A further limitation was the short follow-up time after which the greater benefits gained by the men may have been lost. A small New Zealand study found that 106 CHIP participants who returned for follow-up assessment, on average four years after completion of the intervention, were able to maintain improvements in most of their biometrics.38 Furthermore, 71% of participants reported they were still compliant to the CHIP principles after this time, but it was not clear how this differed between men and women in this study. As duration of the intervention effects and their costs-benefits, especially in comparison to non-intervention groups, is of key interest to health promoters, the CHIP intervention should be extended, for periods such as six months to five years.
Lack of information to align risk factors with various behaviours was a limitation of this study. Information on fat distribution, particularly android fat and compliance measures in relation to dietary intake and physical activity, would assist in explaining the reason for gender differences. Furthermore, socioeconomic factors, such as social class and ethnicity; who the participant attended the program with; and readiness to change are important factors that may also have contributed to the gender difference. Future studies should gather valid measures of psychosocial factors and the various lifestyle changes made by participants during the CHIP program to elucidate their contribution to the results achieved.

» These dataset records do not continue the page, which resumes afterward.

"""moerun.files.bundled: the bundled models by short name, in every command and in load()."""

from __future__ import annotations

import json
import os
import re

import pytest

import moerun
from moerun.cli import main as cli
from moerun.files.bundled import bundled_models, resolve_model


def test_the_bundled_models_are_found_by_their_short_names():
    models = bundled_models()
    assert {"pebble", "scree"} <= set(models)
    for name, d in models.items():
        assert (d / "config.json").is_file() and d.name == name


def test_a_short_name_works_from_any_directory_in_every_command_and_in_load(tmp_path, monkeypatch, capsys):
    # issue 23, item 16: after a normal install `--model tiny_models/scree` only works inside the clone
    monkeypatch.chdir(tmp_path)
    assert cli.main(["inspect", "--model", "scree", "--json"]) == 0
    doc = json.loads(capsys.readouterr().out)
    assert doc["config"]["n_experts"] == 32
    with moerun.load("scree", tokenizer=False) as eng:
        assert eng.config.n_experts == 32


def test_a_directory_of_that_name_here_wins_over_the_bundled_model(tmp_path, monkeypatch):
    monkeypatch.chdir(tmp_path)
    (tmp_path / "scree").mkdir()
    assert resolve_model("scree") == tmp_path.joinpath("scree").relative_to(tmp_path)


def test_every_command_lists_the_bundled_models_in_its_help(capsys):
    for command in cli.COMMANDS:
        try:
            cli.main([command, "--help"])
        except SystemExit:
            pass
        out = capsys.readouterr().out
        if "--model DIR" in out:
            assert "pebble, scree" in re.sub(r"\s+", " ", out), command


@pytest.mark.parametrize("name", ["nonesuch", "pebble/"])
def test_a_name_that_is_neither_a_directory_nor_a_bundled_model_is_reported_as_a_missing_directory(name, tmp_path, monkeypatch, capsys):
    monkeypatch.chdir(tmp_path)
    os.environ.pop("MOERUN_MODEL", None)
    assert cli.main(["inspect", "--model", name]) == 2
    err = capsys.readouterr().err
    assert len(err.strip().splitlines()) == 1 and name.rstrip("/") in err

Notwithstanding the greater reductions among men, women did achieve substantial risk reductions for most biometrics. More than 50% of men and women with higher baseline risk levels for SBP, TC, LDL and TG reduced their risk characterisation after the 30-day intervention. The changes in TC and LDL levels compare favourably to those achieved by pharmaceutical interventions involving statins,39 but without the risk, and are much greater than that expected from dietary interventions aimed at lowering blood lipids.40 In addition, almost half of men and more than one-third of women characterised with diabetes reduced this characterisation. These improvements translated to a 24.6% reduction in men and a 9.3% reduction in women who were characterised with Metabolic Syndrome at baseline. Of note, risk factor characterisation of all biometrics was reduced to at least the next lower level for both men and women, but more so for men, with some participants reducing two or three levels, particularly if they were in the higher risk categories at baseline. As a result, the amount of change between men and women in the highest baseline levels for TC, LDL and FPG may not have reached significance because of the small numbers remaining in these risk categories at 30 days. However, without a control group, generalising on effectiveness outside the study sample is not possible.
Conclusions
The results of the present study indicate that men who participate in the CHIP lifestyle intervention appear to achieve better outcomes for reducing selected chronic disease factors in 30 days than women. Defining the gender-specific physiological and/or behavioural factors that contribute to responsiveness to lifestyle change will assist in development of more effective lifestyle interventions for both men and women. As lifestyle interventions, such as CHIP, continue to be developed more research needs to be undertaken to establish how best to meet the different needs of male and female participants.